# Records supplied
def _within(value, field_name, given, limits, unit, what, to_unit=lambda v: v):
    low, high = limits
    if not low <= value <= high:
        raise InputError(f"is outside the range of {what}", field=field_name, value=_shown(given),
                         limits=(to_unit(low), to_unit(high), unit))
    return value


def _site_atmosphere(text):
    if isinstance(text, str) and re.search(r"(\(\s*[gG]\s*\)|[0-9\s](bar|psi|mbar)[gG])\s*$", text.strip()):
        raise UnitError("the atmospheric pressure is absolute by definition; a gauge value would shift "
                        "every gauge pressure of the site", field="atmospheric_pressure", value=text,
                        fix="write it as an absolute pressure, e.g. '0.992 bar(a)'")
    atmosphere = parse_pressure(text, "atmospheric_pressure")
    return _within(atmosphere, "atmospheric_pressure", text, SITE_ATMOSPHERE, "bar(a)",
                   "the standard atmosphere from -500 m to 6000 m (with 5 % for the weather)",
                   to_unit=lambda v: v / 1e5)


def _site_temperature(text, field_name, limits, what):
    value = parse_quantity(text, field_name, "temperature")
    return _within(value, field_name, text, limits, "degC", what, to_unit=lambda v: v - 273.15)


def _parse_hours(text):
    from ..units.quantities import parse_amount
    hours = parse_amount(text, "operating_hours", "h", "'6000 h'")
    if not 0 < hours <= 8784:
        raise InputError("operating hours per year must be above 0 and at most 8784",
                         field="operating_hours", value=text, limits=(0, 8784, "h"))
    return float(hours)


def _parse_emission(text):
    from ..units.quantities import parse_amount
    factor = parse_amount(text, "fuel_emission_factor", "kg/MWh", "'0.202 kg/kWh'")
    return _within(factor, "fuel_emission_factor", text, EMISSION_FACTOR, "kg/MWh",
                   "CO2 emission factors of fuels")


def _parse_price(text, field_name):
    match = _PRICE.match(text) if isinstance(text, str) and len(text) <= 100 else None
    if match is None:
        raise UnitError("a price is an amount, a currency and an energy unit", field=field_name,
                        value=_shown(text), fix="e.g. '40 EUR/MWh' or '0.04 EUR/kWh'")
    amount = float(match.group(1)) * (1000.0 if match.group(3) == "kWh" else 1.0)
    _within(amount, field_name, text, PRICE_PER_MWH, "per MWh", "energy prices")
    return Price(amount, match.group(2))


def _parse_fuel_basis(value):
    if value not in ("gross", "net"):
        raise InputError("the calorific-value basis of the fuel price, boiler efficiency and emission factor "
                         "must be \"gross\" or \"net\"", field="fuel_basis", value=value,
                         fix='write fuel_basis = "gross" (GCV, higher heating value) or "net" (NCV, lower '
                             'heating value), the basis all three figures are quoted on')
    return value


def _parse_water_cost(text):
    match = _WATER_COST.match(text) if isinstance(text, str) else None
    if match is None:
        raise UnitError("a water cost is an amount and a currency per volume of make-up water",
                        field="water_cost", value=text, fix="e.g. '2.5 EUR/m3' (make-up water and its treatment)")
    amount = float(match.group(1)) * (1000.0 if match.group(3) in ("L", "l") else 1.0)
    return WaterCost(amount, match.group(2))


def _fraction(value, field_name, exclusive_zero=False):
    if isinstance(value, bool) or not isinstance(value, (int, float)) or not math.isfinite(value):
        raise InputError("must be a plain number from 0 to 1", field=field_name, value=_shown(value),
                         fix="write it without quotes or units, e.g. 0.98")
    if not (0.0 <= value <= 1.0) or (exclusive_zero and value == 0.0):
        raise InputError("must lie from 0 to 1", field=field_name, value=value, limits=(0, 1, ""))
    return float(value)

* * *

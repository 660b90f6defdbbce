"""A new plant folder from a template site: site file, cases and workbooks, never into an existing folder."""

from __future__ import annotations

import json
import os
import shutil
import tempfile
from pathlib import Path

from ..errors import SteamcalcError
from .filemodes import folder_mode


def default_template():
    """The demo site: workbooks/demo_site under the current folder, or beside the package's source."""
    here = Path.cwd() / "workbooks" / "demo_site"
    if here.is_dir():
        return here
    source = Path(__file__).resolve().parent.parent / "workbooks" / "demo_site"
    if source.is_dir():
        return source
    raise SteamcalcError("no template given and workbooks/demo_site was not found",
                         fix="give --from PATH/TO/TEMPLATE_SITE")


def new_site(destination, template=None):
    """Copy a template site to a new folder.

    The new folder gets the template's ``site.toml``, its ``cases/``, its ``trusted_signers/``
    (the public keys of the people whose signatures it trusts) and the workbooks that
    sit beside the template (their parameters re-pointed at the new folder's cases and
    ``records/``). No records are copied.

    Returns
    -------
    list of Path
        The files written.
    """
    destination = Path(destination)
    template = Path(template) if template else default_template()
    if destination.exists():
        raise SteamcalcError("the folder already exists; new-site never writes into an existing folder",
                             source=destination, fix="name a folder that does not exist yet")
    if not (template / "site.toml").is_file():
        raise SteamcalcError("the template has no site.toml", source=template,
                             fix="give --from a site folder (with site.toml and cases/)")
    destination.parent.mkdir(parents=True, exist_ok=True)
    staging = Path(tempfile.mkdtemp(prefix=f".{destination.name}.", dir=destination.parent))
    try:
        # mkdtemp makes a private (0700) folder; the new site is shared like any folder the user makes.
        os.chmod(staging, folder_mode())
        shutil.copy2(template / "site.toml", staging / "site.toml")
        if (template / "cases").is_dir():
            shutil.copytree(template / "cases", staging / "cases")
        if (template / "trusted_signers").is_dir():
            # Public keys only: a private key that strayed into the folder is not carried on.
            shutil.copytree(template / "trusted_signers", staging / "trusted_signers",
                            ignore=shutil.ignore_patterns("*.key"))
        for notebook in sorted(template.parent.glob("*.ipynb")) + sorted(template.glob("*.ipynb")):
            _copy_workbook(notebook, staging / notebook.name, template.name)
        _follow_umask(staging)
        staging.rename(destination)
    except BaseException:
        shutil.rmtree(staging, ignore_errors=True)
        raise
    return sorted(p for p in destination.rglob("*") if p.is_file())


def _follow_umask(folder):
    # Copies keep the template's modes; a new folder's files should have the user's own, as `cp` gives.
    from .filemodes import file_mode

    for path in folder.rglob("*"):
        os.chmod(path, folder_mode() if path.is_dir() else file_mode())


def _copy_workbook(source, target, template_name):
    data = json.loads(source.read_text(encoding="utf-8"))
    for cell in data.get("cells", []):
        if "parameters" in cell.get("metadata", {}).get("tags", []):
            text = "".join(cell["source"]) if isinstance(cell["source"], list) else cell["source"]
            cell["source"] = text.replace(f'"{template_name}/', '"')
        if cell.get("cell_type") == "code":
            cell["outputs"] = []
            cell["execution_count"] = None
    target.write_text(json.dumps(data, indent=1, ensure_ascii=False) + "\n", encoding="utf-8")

* * *

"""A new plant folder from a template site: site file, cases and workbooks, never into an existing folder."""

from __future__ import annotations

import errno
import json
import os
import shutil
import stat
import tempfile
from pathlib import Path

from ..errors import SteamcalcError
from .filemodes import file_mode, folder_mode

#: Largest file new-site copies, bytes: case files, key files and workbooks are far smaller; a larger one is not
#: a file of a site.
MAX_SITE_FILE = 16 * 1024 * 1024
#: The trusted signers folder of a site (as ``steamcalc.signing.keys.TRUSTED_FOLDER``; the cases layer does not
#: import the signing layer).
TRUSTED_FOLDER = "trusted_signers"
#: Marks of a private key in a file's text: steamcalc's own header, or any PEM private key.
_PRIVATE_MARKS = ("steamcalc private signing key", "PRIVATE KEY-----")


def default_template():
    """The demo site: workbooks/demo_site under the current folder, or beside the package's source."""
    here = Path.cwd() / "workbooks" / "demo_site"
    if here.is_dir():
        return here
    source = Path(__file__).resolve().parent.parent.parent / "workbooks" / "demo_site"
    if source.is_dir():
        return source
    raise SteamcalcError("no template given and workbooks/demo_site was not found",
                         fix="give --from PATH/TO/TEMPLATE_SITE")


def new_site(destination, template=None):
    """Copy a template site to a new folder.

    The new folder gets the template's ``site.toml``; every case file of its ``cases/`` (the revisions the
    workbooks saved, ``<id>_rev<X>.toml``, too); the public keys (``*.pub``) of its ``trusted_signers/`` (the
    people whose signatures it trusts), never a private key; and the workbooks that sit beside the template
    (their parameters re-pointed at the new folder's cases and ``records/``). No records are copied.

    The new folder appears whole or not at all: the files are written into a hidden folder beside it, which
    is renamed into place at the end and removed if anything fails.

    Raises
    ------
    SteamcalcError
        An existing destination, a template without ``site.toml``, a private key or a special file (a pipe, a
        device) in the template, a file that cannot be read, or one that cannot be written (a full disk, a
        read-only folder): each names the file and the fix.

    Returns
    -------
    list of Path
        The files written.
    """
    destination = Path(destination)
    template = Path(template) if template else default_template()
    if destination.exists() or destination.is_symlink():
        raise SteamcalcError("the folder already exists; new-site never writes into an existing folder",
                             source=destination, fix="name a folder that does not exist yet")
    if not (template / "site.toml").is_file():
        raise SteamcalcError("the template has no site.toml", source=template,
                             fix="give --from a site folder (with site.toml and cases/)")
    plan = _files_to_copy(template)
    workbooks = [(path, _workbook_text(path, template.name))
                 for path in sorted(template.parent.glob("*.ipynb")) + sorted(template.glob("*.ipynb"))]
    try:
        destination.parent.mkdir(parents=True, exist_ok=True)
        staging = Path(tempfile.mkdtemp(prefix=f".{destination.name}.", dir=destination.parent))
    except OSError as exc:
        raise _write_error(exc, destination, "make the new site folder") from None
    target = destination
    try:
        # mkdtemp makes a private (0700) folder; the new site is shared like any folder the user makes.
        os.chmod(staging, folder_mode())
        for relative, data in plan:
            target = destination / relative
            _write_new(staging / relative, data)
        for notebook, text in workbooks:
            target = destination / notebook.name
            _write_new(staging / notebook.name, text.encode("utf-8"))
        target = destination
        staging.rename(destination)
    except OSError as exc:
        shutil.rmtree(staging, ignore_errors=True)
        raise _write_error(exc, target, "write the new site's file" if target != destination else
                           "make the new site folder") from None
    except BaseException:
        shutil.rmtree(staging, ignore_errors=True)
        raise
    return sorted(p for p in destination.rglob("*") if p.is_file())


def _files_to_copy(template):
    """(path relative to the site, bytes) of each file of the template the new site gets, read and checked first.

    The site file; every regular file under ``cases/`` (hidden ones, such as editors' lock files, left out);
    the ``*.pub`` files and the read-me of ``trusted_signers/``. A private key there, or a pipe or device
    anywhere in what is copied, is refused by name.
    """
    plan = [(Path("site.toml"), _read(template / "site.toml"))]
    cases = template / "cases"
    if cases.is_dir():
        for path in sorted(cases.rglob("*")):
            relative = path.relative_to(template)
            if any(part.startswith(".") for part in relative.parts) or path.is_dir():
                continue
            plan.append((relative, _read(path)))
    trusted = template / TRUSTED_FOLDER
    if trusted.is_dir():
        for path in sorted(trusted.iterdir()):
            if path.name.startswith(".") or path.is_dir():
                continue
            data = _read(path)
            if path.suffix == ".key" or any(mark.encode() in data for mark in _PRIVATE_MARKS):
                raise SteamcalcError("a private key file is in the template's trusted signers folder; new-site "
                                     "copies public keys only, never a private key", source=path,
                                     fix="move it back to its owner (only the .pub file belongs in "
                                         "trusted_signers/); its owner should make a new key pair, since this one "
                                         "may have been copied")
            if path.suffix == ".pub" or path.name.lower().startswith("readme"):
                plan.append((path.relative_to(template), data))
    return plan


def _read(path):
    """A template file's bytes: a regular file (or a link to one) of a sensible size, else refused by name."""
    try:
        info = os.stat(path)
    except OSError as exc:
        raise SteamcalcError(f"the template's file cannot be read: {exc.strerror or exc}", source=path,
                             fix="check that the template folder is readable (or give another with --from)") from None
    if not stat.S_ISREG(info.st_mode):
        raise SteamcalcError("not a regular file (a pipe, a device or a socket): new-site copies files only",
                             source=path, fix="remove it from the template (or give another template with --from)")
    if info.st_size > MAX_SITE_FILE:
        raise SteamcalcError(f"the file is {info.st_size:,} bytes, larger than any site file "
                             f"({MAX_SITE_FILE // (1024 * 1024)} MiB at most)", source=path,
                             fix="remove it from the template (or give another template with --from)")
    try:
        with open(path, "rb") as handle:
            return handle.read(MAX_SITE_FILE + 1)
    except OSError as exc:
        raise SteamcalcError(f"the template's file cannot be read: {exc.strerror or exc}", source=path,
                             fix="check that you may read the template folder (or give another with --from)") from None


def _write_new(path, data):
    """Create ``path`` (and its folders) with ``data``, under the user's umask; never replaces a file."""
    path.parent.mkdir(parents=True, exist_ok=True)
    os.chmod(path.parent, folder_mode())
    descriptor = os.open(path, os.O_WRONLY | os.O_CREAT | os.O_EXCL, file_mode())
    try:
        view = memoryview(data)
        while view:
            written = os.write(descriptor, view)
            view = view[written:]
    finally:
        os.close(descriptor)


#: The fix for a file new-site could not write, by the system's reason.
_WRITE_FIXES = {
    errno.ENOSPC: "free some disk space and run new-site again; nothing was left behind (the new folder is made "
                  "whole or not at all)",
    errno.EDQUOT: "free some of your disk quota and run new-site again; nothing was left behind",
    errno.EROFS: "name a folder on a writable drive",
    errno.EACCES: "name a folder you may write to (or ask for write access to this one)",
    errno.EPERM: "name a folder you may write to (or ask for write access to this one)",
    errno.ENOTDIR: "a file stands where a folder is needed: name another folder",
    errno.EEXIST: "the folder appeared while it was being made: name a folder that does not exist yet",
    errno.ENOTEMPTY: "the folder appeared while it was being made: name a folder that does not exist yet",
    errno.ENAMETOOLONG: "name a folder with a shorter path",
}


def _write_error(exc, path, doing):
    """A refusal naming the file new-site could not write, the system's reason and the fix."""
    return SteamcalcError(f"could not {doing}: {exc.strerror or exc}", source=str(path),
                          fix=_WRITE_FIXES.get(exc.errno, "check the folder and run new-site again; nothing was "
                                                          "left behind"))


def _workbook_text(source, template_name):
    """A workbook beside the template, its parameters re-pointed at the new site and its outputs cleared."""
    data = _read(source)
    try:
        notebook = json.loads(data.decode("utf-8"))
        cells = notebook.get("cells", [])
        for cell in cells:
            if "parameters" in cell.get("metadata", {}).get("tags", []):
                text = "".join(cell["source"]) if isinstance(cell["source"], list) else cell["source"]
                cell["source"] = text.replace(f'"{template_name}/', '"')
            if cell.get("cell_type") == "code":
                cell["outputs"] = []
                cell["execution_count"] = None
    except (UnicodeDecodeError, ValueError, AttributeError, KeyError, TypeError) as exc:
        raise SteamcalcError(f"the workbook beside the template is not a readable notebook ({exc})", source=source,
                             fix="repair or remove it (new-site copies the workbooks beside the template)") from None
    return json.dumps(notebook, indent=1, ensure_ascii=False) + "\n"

# Activity
Where a line of the data holds the word "copytree", copy that line.

# Response to the task
            shutil.copytree(template / "cases", staging / "cases")
            shutil.copytree(template / "trusted_signers", staging / "trusted_signers",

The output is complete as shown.